For more complete hierarchy of knowledge it is the data -> information -> knowledge -> wisdom. For more meaningful in the age of AI and data analytics point of view it is the descriptive - > diagnostic -> prediction -> prescriptive . As you can see the information content referred to by Jane Austin's novels mentioned in the article is even at the lower part of the hierarchy. It is the job of the information theorists and practitioners to develop inference engines (e.g. GPT-3) that can provide the higher level of understanding and proper prescriptions. In addition even if the inference engines are not that capable yet, human-in-the-loop system can be deployed to significantly reduce the cognitive workloads of the human expert (e.g. cardiologist) to perform the better diagnostics for more accurate and timely prediction and prescription.
From data centric point of view in electronics and communication engineering Shannon's famous theorems on sampling and communication is a subset of data conditioning (to remove/overcome/mitigate noises on system) and data transmission (to remove/overcome/mitigate noises during transmission).
From TCP/IP networking point of view Shannon's theorem of communication, albeit a very important concept, is mainly at physical layer not even at the data link layer and the layers above (networking transport, application). The more universal information theory and entropy partly developed by Shannon is mainly belong to application layer including the AI and data analytics. For more complete treatment refer to the book by the late Dr. David J. C. MacKay entitled Information Theory, Inference and Learning Algorithms . The author has made the book available from the website.

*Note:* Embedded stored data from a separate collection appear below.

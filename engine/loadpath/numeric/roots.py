"""Places where a curve is zero, between bounds; and a tree's degree and coefficients in one unknown."""

from __future__ import annotations

import math
from collections.abc import Iterator
from dataclasses import dataclass
from itertools import pairwise
from statistics import median

from loadpath.formula.tree import Binary, Name, Negative, Node
from loadpath.numeric.polynomial import MOST_DEGREE, UNIT, read_polynomial
from loadpath.numeric.search import edge, lowest_between
from loadpath.numeric.sides import beside, evenly
from loadpath.numeric.trees import Worth, holding, typed_number
from loadpath.numeric.trouble import Curve, NotDefined, check_bounds, signed, tried, worked

STEPS = 400
BRACKETING = f"bracketing (Brent), between the bounds in {STEPS} steps"
NO_MORE = 1e-12
"""A value within this much of the usual size of the curve's values is zero."""
ONE_ROOT = 1e-7
"""Roots nearer to each other than this share of the stretch are one."""


@dataclass(frozen=True, slots=True)
class Roots:
    """The roots found between two bounds, both included."""

    found: tuple[float, ...]
    """Rising, coherent SI. Where the curve is zero over a stretch, its two ends."""
    method: str
    residuals: tuple[float, ...]
    """The curve's value at each root."""
    over: tuple[tuple[float, float], ...] = ()
    """Stretches over which the curve is zero."""
    gaps: tuple[float, ...] = ()
    """Places looked at where the curve has no value: a root beside one can have been missed."""
    poles: tuple[float, ...] = ()
    """Places where the sign changes without the curve being zero: a pole, a jump, or no value there."""


def roots_between(f: Curve, low: float, high: float, places: tuple[float, ...] = ()) -> Roots:
    """Every change of sign on 400 even steps and at the places, and every place where f touches zero.

    Two roots within one step are found where the steps show |f| going down and up again. Raises `NotDefined`
    where f has no value on any step, ValueError for bounds that are none.
    """
    low, high = check_bounds(low, high)
    breaks = [x for p in places for d in (beside(p, low, high),) for x in (p - d, p, p + d) if low < x < high]
    points = [(x, tried(f, x)) for x in sorted({*evenly(low, high, STEPS + 1), *breaks})]
    sizes = [abs(y) for _, y in points if not math.isnan(y)]
    if not sizes:
        raise NotDefined(low)
    usual = median([s for s in sizes if s > 0] or [0.0])
    over = tuple(_zero_stretches(f, points))
    looked = [(x, y) for x, y in points if not any(start <= x <= end for start, end in over)]
    looked = sorted({*looked, *((x, 0.0) for ends in over for x in ends)})
    touching, lowest = _lows(f, looked, usual)
    found, poles = changes_of_sign(f, sorted({*looked, *lowest}), usual)
    found += touching + [x for x, y in looked if y == 0]
    roots = _apart(f, found, ONE_ROOT * (high - low))
    return Roots(
        tuple(roots),
        BRACKETING,
        tuple(tried(f, x) for x in roots),
        over,
        tuple(x for x, y in points if math.isnan(y)),
        tuple(sorted(poles)),
    )


Points = list[tuple[float, float]]


def _zero_stretches(f: Curve, points: Points) -> Iterator[tuple[float, float]]:
    """Three steps and more that are exactly zero, out to where that ends."""
    start = 0
    for i in range(1, len(points) + 1):
        if i < len(points) and points[i][1] == 0 == points[start][1]:
            continue
        if i - start >= 3 and points[start][1] == 0:
            a, b = points[start][0], points[i - 1][0]
            before, after = points[max(start - 1, 0)][0], points[min(i, len(points) - 1)][0]
            yield edge(lambda x: tried(f, x) == 0, a, before), edge(lambda x: tried(f, x) == 0, b, after)
        start = i


def changes_of_sign(f: Curve, points: Points, usual: float) -> tuple[list[float], list[float]]:
    """Roots between neighbours of opposite sign, and the places that only look like one."""
    found: list[float] = []
    poles: list[float] = []
    for (a, at_a), (b, at_b) in pairwise(points):
        if not (at_a < 0 < at_b or at_b < 0 < at_a):
            continue
        root = _brent(f, a, b)
        (found if _vanishes(f, root, b - a, usual) else poles).append(root)
    return found, poles


def _brent(f: Curve, a: float, b: float) -> float:
    """The place where the sign changes, to rounding; or one on the way there at which f has no value."""
    from scipy.optimize import brentq

    try:
        return float(
            brentq(lambda x: worked(f, x), a, b, xtol=1e-25 * (b - a), rtol=1e-15, maxiter=500, disp=False)
        )
    except NotDefined as trouble:
        return trouble.x


def _vanishes(f: Curve, root: float, step: float, usual: float) -> bool:
    """Tells a root from a pole or a jump: the values on both sides go to zero with the distance."""

    def larger_side(apart: float) -> float:
        values = [abs(tried(f, x)) for x in (root - apart, root + apart)]
        return max((v for v in values if not math.isnan(v)), default=math.inf)

    if math.isnan(tried(f, root)):
        return False
    near = larger_side(max(8 * math.ulp(root), 1e-12 * step))
    return near <= NO_MORE * usual or near <= 0.02 * larger_side(1e-4 * step)


def _lows(f: Curve, points: Points, usual: float) -> tuple[list[float], Points]:
    """Where |f| is least between steps of one sign: roots that touch, and points between two roots."""
    touching: list[float] = []
    lowest: Points = []
    for i, (x, y) in enumerate(points):
        (a, before), (b, after) = points[max(i - 1, 0)], points[min(i + 1, len(points) - 1)]
        sign = math.copysign(1.0, y)
        # a nan fails every comparison
        lowest_here = sign * before >= abs(y) and sign * after >= abs(y)
        if not (y and lowest_here and abs(y) < max(abs(before), abs(after))):
            continue
        try:
            place, least = lowest_between(signed(f, sign), a, b, max(abs(before), abs(after)))
        except NotDefined:
            continue
        if abs(y) < abs(least):
            place, least = x, sign * y
        if abs(least) <= NO_MORE * usual:
            touching.append(place)
        elif least < 0:
            lowest.append((place, sign * least))
    return touching, lowest


def _apart(f: Curve, found: list[float], nearest: float) -> list[float]:
    """Of roots nearer to each other than that, the one with the least residual."""
    kept: list[float] = []
    for root in sorted(set(found)):
        if not kept or root - kept[-1] > nearest:
            kept.append(root)
        elif abs(tried(f, root)) < abs(tried(f, kept[-1])):
            kept[-1] = root
    return kept


# --- polynomials in one unknown -----------------------------------------------------------------------------


def degree_in(node: Node, unknowns: frozenset[str]) -> int | None:
    """The degree in the one of the unknowns that occurs (0 where none does).

    None where two occur, or where the tree is no polynomial as typed: exponents are typed whole numbers.
    A term that cancels another still counts.
    """
    occurring = [name for name in sorted(unknowns) if id(node) in holding(node, frozenset([name]))]
    if len(occurring) > 1:
        return None
    return _degree(node, holding(node, unknowns))


def _degree(node: Node, holds: frozenset[int]) -> int | None:
    if id(node) not in holds:
        return 0
    match node:
        case Name():
            return 1
        case Negative(operand=operand):
            return _degree(operand, holds)
        case Binary(operator="^", left=left, right=right):
            inner, n = _degree(left, holds), typed_number(right)
            if inner is None or n is None or n < 0 or n != int(n):
                return None
            return inner * int(n)
        case Binary(operator="/", left=left, right=right):
            return _degree(left, holds) if id(right) not in holds else None
        case Binary(operator=operator, left=left, right=right):
            a, b = _degree(left, holds), _degree(right, holds)
            if a is None or b is None:
                return None
            return a + b if operator == "*" else max(a, b)
    return None


def coefficients(node: Node, unknown: str, value: Worth) -> tuple[float, ...] | None:
    """Coefficients in an unknown, lowest power first, as many as `degree_in` says and one; coherent SI.

    None where the tree is no polynomial, or one of a degree above 24. `value` works what is free of the
    unknown; what it raises is passed on.
    """
    degree = degree_in(node, frozenset([unknown]))
    if degree is None or degree > MOST_DEGREE:
        return None
    reading = read_polynomial(node, unknown, value, brackets=False)
    if reading is None:
        return None
    c, _ = reading.work(UNIT)
    return c + (0.0,) * (degree + 1 - len(c))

Basically in cryptography the problem is that plaintext messages reveal important information, and the probability distribution of plaintexts is roughly known. While "attack at dawn" and "attack at noon" may have a lot of letters those two messages may be the only expected messages, and they each may be close to 50% likely, reducing the Shannon entropy to nearly a single bit. Parties wishing to communicate secretly would like to obscure their communication by revealing no information about the actual probability distribution of the plaintexts, so Shannon entropy is maximized (with respect to tractability) when generating a ciphertext.
Successful cryptography transforms a message channel into one where e.g. 2^N ciphertexts are all equally likely, hiding the semantic content of both the actual plaintext messages and their probabilities.
On the other hand error codes strengthen the semantic meaning of the underlying message by significantly increasing the distribution while adjusting the probabilities toward favoring the important messages.
Lossy compression (images, audio, video) is kind of the inverse of error coding. A reduction in the distribution by choosing which parts of the message are least semantically important and removing the distinction between them and making them indistinguishable.
Roughly, Austen-information is limited by the Shannon entropy as an upper bound and also by a computable, tractable function of the available Shannon information (which we might as well call the semantic function which translates between bits and useful human representation). In cryptography's case P = D_K(C) is the particular function that turns an N-bit ciphertext from 0 bits of Austen information into N bits of Austin information with the proper key. Lossy compression turns an N-bit message into a semantically useful approximation of an N+M-bit message, excluding the production of a large class of semantically indistinguishable resulting messages in the process.
There's another layer that maybe the author was getting at, and that's the human (or any agent) interpretation and response to sensory inputs. At that semantic layer it's again a function from inputs to experiences, responses, or actions. Information theory suggests that such functions are probably most useful if they can extract the most efficiency from all available channels, e.g. distinguish between important states of the world with the fewest bits possible. Going beyond that is a digression into intelligence itself where we have to determine what the most important states of the world are and how to respond.